◆ **DIRECTIONS FOR THIS TASK**: Starting at the line below holding "hiddenColumns: number[] = [];" and stopping at the line holding "for (let c = min;", print every line exactly, both ends included, and leave the rest out.

◆ **TASK INPUT**:
Content starts

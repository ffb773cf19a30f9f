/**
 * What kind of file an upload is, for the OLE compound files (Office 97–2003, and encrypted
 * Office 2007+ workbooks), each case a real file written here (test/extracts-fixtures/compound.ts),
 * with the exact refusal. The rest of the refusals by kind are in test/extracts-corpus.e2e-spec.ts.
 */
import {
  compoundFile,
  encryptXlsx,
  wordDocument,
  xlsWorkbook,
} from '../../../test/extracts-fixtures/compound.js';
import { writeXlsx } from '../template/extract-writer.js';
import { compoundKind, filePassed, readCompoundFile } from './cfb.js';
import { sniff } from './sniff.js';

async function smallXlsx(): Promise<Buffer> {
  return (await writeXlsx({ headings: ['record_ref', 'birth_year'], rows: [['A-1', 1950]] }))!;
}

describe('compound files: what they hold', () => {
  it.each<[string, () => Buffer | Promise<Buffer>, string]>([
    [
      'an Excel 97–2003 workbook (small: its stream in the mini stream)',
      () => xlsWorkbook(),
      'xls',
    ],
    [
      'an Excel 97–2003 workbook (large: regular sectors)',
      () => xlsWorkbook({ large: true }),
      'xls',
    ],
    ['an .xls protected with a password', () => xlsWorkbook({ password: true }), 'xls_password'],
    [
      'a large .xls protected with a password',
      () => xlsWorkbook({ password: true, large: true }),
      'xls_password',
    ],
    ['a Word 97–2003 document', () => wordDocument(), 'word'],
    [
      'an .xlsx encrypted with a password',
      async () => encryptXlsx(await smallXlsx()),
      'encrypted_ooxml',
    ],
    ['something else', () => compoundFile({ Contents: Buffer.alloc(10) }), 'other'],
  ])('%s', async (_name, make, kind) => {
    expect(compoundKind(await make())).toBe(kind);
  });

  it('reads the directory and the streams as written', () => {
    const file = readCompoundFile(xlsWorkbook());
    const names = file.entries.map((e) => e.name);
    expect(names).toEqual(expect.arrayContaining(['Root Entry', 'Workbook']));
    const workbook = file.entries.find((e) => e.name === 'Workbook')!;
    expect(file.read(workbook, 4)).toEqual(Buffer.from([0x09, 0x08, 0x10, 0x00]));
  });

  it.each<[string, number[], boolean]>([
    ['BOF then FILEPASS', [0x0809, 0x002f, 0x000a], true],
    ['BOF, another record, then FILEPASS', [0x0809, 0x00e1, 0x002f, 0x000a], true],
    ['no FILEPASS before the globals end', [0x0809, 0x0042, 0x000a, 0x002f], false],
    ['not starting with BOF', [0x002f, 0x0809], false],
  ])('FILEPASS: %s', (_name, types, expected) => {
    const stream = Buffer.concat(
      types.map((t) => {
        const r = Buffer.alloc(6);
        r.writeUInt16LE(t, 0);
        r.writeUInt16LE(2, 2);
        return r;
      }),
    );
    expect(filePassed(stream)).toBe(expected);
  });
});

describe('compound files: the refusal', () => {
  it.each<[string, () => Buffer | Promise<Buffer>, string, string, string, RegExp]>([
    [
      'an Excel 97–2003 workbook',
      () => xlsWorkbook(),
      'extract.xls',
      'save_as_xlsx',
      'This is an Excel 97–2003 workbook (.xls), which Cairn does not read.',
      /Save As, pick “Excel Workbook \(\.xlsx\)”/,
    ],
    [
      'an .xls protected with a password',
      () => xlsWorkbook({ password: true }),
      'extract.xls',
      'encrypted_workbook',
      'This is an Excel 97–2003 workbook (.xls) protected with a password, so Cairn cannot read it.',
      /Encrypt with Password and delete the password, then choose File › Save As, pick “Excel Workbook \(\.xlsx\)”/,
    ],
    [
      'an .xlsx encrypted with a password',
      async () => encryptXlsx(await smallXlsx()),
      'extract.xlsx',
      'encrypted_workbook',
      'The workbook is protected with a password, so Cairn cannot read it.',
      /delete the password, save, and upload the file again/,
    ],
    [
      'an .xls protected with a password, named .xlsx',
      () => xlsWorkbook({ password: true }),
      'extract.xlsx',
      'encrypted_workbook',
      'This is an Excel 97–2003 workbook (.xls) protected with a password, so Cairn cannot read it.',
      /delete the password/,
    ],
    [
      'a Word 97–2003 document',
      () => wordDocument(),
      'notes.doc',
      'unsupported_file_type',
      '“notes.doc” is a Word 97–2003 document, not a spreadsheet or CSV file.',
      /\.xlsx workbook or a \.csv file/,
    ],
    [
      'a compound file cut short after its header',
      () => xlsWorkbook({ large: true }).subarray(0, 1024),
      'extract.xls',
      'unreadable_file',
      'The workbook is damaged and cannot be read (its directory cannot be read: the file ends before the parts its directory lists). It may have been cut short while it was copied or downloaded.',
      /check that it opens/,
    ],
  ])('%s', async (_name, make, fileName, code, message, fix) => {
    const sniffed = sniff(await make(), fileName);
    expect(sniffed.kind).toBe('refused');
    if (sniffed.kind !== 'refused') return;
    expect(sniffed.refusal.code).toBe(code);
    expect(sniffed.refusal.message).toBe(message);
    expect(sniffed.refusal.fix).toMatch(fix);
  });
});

Content ends
Content starts

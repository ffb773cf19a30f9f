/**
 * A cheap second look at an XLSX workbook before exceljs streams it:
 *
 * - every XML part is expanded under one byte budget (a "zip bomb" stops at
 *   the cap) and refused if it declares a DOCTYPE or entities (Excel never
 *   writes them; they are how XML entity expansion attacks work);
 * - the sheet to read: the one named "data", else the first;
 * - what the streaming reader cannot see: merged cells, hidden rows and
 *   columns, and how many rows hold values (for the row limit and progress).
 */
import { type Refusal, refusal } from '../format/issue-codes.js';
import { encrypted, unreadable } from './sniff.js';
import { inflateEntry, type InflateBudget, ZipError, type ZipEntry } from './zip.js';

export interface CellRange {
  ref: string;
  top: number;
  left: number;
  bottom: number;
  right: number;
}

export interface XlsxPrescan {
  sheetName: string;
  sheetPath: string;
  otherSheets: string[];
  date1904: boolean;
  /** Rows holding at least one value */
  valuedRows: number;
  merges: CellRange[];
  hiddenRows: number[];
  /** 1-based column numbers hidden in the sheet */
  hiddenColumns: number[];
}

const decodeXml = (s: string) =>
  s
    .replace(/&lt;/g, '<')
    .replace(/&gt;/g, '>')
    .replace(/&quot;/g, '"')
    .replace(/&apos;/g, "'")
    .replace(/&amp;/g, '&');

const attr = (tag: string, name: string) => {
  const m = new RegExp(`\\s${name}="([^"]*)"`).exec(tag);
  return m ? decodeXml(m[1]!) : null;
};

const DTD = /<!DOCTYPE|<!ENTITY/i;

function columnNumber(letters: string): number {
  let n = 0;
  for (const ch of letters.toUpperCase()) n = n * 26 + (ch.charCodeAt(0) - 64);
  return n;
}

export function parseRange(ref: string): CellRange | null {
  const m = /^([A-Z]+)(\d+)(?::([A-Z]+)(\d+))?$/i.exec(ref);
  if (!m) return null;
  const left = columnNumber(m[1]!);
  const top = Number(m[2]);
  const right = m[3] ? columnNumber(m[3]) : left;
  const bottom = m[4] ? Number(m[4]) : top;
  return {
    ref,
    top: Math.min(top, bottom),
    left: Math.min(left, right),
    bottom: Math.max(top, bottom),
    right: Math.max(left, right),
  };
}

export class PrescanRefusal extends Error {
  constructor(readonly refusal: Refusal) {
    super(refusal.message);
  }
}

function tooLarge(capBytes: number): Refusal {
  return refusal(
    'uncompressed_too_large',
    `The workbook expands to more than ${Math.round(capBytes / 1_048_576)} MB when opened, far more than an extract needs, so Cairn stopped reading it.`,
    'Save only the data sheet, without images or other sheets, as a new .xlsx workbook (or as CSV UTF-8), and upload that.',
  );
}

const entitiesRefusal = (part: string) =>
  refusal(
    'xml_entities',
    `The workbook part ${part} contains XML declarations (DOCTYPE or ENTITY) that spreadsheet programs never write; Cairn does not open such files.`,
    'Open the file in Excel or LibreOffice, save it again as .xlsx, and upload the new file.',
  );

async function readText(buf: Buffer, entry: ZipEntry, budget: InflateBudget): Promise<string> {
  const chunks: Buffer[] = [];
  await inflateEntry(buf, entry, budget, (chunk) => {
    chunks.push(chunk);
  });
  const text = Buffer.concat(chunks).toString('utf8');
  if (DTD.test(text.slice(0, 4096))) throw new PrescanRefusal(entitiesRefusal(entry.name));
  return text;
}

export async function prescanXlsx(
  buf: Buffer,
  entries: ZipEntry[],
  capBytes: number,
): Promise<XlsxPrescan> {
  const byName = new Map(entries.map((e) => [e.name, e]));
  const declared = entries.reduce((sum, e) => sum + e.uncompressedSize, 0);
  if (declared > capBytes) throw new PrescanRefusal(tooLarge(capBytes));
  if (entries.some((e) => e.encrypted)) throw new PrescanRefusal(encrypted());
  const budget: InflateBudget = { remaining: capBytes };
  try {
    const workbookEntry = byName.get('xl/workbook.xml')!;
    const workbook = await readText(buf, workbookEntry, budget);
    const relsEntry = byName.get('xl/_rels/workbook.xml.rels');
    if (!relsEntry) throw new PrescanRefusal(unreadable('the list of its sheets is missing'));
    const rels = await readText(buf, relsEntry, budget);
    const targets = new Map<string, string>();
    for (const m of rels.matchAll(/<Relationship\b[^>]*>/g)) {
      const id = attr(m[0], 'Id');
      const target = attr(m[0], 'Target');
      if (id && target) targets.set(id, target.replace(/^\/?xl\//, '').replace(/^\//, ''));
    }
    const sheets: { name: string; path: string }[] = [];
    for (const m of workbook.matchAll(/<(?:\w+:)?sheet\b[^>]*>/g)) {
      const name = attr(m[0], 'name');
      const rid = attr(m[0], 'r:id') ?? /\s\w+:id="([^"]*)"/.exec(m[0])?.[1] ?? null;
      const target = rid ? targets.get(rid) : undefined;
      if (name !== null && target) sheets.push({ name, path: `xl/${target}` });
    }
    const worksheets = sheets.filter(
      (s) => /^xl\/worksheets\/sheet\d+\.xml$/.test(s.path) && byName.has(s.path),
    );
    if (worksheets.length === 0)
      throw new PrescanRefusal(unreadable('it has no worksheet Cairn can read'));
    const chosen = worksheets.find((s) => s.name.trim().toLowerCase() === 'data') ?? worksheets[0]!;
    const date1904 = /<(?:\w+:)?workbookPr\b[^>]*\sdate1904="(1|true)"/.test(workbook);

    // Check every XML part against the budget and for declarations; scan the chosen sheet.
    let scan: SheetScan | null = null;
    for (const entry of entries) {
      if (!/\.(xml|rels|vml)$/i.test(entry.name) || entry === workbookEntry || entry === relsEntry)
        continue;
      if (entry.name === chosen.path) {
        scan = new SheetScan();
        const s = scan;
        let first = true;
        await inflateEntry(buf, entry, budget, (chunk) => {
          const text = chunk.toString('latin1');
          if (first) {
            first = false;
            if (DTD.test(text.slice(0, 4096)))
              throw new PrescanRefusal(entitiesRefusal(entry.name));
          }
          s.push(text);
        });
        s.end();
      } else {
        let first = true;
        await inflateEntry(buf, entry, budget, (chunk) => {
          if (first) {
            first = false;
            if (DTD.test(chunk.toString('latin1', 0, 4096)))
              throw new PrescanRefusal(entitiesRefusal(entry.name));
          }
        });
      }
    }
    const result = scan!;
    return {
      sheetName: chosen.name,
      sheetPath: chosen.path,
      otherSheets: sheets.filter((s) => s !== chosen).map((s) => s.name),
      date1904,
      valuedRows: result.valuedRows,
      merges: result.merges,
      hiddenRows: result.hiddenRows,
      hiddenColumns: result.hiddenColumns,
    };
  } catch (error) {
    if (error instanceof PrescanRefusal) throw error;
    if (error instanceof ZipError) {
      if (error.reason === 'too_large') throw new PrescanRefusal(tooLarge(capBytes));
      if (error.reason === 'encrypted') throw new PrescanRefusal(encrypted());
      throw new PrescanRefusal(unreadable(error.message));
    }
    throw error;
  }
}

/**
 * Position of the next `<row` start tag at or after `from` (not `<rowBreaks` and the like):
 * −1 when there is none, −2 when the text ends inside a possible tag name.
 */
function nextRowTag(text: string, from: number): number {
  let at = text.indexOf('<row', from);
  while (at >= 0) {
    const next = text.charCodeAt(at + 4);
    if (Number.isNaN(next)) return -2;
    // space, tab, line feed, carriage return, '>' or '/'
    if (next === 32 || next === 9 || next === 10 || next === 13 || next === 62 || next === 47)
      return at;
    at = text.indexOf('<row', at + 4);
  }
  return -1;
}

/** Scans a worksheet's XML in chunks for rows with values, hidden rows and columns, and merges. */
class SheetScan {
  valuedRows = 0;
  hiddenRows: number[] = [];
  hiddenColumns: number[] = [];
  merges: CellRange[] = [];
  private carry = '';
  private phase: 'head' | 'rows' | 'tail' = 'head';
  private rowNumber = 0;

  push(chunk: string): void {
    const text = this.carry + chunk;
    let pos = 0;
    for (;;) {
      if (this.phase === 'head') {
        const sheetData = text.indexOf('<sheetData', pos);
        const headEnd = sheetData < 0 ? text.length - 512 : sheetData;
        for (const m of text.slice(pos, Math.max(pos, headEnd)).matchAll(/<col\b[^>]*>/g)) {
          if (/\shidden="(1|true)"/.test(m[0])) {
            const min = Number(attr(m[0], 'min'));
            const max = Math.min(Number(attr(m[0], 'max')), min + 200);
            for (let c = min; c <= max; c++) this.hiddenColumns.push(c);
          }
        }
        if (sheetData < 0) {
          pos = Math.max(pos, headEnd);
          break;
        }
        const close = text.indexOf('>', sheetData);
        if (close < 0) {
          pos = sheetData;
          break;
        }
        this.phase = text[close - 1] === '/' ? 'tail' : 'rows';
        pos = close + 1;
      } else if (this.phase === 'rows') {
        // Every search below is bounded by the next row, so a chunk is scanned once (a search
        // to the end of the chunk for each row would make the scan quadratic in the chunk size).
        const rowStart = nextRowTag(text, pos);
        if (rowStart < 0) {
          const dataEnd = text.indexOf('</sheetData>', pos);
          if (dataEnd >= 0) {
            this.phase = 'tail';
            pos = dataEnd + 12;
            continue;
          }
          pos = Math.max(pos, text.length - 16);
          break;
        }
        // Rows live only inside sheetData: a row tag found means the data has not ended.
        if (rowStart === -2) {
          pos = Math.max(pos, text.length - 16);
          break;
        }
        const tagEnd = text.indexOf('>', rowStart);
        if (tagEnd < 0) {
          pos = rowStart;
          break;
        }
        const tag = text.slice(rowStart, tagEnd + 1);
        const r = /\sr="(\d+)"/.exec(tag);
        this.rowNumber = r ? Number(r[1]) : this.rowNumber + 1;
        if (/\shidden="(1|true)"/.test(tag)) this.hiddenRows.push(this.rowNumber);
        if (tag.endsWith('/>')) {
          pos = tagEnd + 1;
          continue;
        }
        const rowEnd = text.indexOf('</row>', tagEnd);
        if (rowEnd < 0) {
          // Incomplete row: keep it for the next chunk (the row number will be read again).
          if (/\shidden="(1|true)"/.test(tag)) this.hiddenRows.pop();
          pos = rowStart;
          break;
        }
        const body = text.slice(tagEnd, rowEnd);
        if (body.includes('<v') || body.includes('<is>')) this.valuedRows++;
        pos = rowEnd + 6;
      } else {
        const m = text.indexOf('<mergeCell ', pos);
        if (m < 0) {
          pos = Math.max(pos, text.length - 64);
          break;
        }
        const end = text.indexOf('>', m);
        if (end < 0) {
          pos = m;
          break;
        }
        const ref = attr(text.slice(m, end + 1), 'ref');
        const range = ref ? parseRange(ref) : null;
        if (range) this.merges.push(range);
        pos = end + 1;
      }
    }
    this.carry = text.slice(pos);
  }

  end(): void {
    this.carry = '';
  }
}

Content ends

◆ **WRITTEN REPLY**:
  hiddenColumns: number[] = [];
  merges: CellRange[] = [];
  private carry = '';
  private phase: 'head' | 'rows' | 'tail' = 'head';
  private rowNumber = 0;

  push(chunk: string): void {
    const text = this.carry + chunk;
    let pos = 0;
    for (;;) {
      if (this.phase === 'head') {
        const sheetData = text.indexOf('<sheetData', pos);
        const headEnd = sheetData < 0 ? text.length - 512 : sheetData;
        for (const m of text.slice(pos, Math.max(pos, headEnd)).matchAll(/<col\b[^>]*>/g)) {
          if (/\shidden="(1|true)"/.test(m[0])) {
            const min = Number(attr(m[0], 'min'));
            const max = Math.min(Number(attr(m[0], 'max')), min + 200);
            for (let c = min; c <= max; c++) this.hiddenColumns.push(c);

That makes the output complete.